The momentum is all on Ambazonia’s side. President Biya and his gang of Francophone political elites are historically unpopular. The Ambazonia political base is angry and activated, with regular mass protests and the killing of a gendarme all testifying to the seriousness of the Southern Cameroons resistance. The ruling CPDM crime syndicate has been banned in Southern Cameroons and above all, listed as a terrorist organization. Consequently, it is widely expected that French Cameroun opposition will make gains in the 2018 presidential elections, and that Biya himself will face an extremely tough re-election battle and may end up in exile. But by some strange happenstance this momentum has not translated into the currency that matters most in every liberation struggle: cold, hard cash.
The Governing Council of the Federal Republic of Ambazonia has a fundraising problem and it is lagging far behind its French Cameroun counterpart which is the Biya Francophone Beti Ewondo regime that still has complete and total control of Southern Cameroons oil revenue and the Bakassi oil and gas fields.
The main difference is that La Republique du Cameroun has a sitting head of state that runs the nation as a private estate and who can drive huge-dollar donations from the French government, the French dominated International Monetary Fund and rich European corporations. Any African dictator heading a consortium of crime syndicates such as the one headquartered in Yaoundé is an ATM machine. That’s something that Ambazonians and their Governing Council don’t have right now. But Southern Cameroonians are also presiding over a fractured and scattered resistance regime, which the international community thinks they are divided in terms of both tactics and priorities.

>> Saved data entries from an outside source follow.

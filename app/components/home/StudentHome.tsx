import { Link } from "react-router";
import { ButtonLink } from "~/components/Button";
import { Card } from "~/components/Card";
import { EmptyState } from "~/components/EmptyState";
import { PracticeCare } from "~/components/PracticeCare";
import { ExerciseStateBadge } from "~/components/exercises/ExerciseStateBadge";
import { dueWords, type ExerciseState } from "~/utils/exerciseState";
import { dayLabel, pretty } from "~/utils/noteText";
import { TakesTable, type TakeRow } from "./TakesTable";
import { WeeklyChart, type WeekFigures } from "./WeeklyChart";

export type DueExercise = {
  id: string;
  title: string;
  keys: string[];
  dueDate: string | null;
  progression: string;
  tempo: number | null;
  state: ExerciseState;
  progress: Array<{ key: string; takes: Array<{ status: string }> }>;
};

export { dueWords };

function ExerciseItem({ exercise }: { exercise: DueExercise }) {
  // The first key still without an analysed take is the one to send next.
  const key = exercise.progress.find((p) => !p.takes.some((t) => t.status === "analysed"))?.key ?? exercise.keys[0];
  const done = exercise.state.kind === "done";
  return (
    <li className="flex flex-wrap items-center justify-between gap-3 py-3" data-testid="home-exercise">
      <div className="min-w-0">
        <p className="font-semibold">
          <Link to={`/exercises/${exercise.id}`} className="text-tide-dark hover:underline">
            {exercise.title}
          </Link>
        </p>
        <p className="break-words text-sm text-ink-soft">
          <span className="font-mono text-ink">{pretty(exercise.progression)}</span>
          {exercise.keys.length ? ` · in ${exercise.keys.map(pretty).join(", ")}` : ""}
          {exercise.tempo ? ` · ♩ = ${exercise.tempo}` : ""}
        </p>
        <p className="mt-1 flex flex-wrap items-center gap-2 text-sm">
          <ExerciseStateBadge state={exercise.state} />
          {exercise.dueDate ? (
            <span className="whitespace-nowrap text-ink-soft">{dayLabel(`${exercise.dueDate}T12:00:00Z`)}</span>
          ) : null}
          {done ? null : <span className="text-ink-soft">{exercise.state.detail}</span>}
        </p>
      </div>
      {done ? null : (
        <ButtonLink
          to={`/takes/new?exercise=${exercise.id}${key ? `&key=${encodeURIComponent(key)}` : ""}`}
          variant="secondary"
        >
          Send a take<span className="sr-only"> of {exercise.title}</span>
        </ButtonLink>
      )}
    </li>
  );
}

/** A student's home: what is due, the latest takes, and how the weeks are going. */
export function StudentHome({
  exercises,
  takes,
  weeks,
}: {
  exercises: DueExercise[];
  takes: TakeRow[];
  weeks: WeekFigures[];
  /** the studio's today; the exercises' states are already decided against it */
  today?: string;
}) {
  // Ordered and split by the same state as the list of exercises (exerciseState).
  const toDo = exercises.filter((e) => e.state.kind !== "done");
  const done = exercises.filter((e) => e.state.kind === "done");
  return (
    <div className="flex flex-col gap-6">
      <Card title="Due exercises" actions={<ButtonLink to="/takes/new">Upload takes</ButtonLink>}>
        {exercises.length === 0 ? (
          <p className="text-sm text-ink-soft">
            Your teacher has not set an exercise yet. Free practice takes are welcome in the meantime.
          </p>
        ) : (
          <>
            {toDo.length === 0 ? (
              <p className="text-sm text-ink-soft">Nothing to do: every exercise has a take in each of its keys.</p>
            ) : null}
            <ul className="divide-y divide-line">
              {toDo.map((e) => (
                <ExerciseItem key={e.id} exercise={e} />
              ))}
            </ul>
            {done.length ? (
              <details className="mt-2 border-t border-line pt-2">
                <summary className="cursor-pointer text-sm font-semibold text-tide-dark">Done ({done.length})</summary>
                <ul className="divide-y divide-line">
                  {done.map((e) => (
                    <ExerciseItem key={e.id} exercise={e} />
                  ))}
                </ul>
              </details>
            ) : null}
          </>
        )}
      </Card>

      <Card title="Week by week">
        {weeks.length === 0 ? (
          <p className="text-sm text-ink-soft">
            Your smoothness and score appear here by week once a take is analysed.
          </p>
        ) : (
          <WeeklyChart weeks={weeks} />
        )}
        <p className="mt-3 text-xs text-ink-soft">
          Smoothness is the motion you could have had over the motion you played, summed over the week.{" "}
          <Link to="/privacy" className="underline">
            What Nearnote keeps
          </Link>
        </p>
      </Card>

      <Card title="Latest takes">
        {takes.length === 0 ? (
          <EmptyState title="No takes yet" action={<ButtonLink to="/takes/new">Upload your first take</ButtonLink>}>
            Record a few passes of your exercise as MIDI and upload them: Nearnote goes through every chord change and
            shows what could move less.
          </EmptyState>
        ) : (
          <TakesTable takes={takes} />
        )}
      </Card>

      <PracticeCare />
    </div>
  );
}
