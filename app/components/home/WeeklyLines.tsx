import { CartesianGrid, Legend, Line, LineChart, ResponsiveContainer, Tooltip, XAxis, YAxis } from "recharts";

export type WeekPoint = { week: string; smoothness: number | null; score: number | null };

/**
 * The weekly chart proper (recharts); loaded on its own once the home page is in the browser.
 * Straight segments, a gap for a week without takes, and a dash as well as a colour per line.
 */
export default function WeeklyLines({ points }: { points: WeekPoint[] }) {
  return (
    <ResponsiveContainer width="100%" height="100%">
      <LineChart data={points} margin={{ top: 8, right: 16, bottom: 0, left: -16 }}>
        <CartesianGrid stroke="var(--color-line)" strokeDasharray="3 3" />
        <XAxis dataKey="week" tick={{ fill: "var(--color-ink-soft)", fontSize: 12 }} />
        <YAxis domain={[0, 100]} tick={{ fill: "var(--color-ink-soft)", fontSize: 12 }} />
        <Tooltip
          contentStyle={{ background: "var(--color-card)", border: "1px solid var(--color-line)", borderRadius: 6 }}
        />
        <Legend />
        <Line
          type="linear"
          dataKey="smoothness"
          name="Smoothness %"
          stroke="var(--color-tide)"
          strokeWidth={2.5}
          connectNulls={false}
          isAnimationActive={false}
        />
        <Line
          type="linear"
          dataKey="score"
          name="Average score"
          stroke="var(--color-ochre)"
          strokeDasharray="6 3"
          strokeWidth={2.5}
          connectNulls={false}
          isAnimationActive={false}
        />
      </LineChart>
    </ResponsiveContainer>
  );
}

There is no denying that the many Southern Cameroonian groups in the USA have contributed immensely to the struggle. But by providing Ambazonians a leader and a political base in Nigeria, SCACUF has done what Napoleon left undone for the West Cameroon resistance. The Nigerian structure is what the struggle had been missing over the years and what the Governing Council is sorely missing now is the North American group, who proved to be an especially talented force ever since the revolution started.
With the declaration of independence and the creation of the Federal Republic of Ambazonia, His Excellency President Sisiku Ayuk Tabe and his French Cameroun counterpart, Paul Biya are roughly neck-in-neck overall in various diplomatic push. The quest for attention by some Southern Cameroons leaders in the Diaspora has frustrated many Ambazonians, who see Biya’s health issues, his sinking favorability and stalled Francophone agenda and wonder why Ambazonians can’t take advantage of that and stay united in the Ambazonia struggle.
Some are spending precious time raining attacks on the Governing Council and have argued that Southern Cameroonians can wage the liberation war “together differently”. Mindful of the present difficulties confronting Southern Cameroonian refugees in Nigeria. Considering that the overall levels of cash swimming around La Republique and the Governing Council are not similar and that the Ambazonian Governing Council has more issues to deal with before the 2018 presidential elections and beyond, there is an urgent need for every Southern Cameroonian group to rally behind the Head of State of the Federal Republic of Ambazonia, President Sisiku Ayuk Tabe. Southern Cameroonians back home including the thousands that have left the homeland to neighboring Nigeria have been incessantly flashing out signals that the Anglophone Diaspora doesn’t stand for much other than opposing Biya.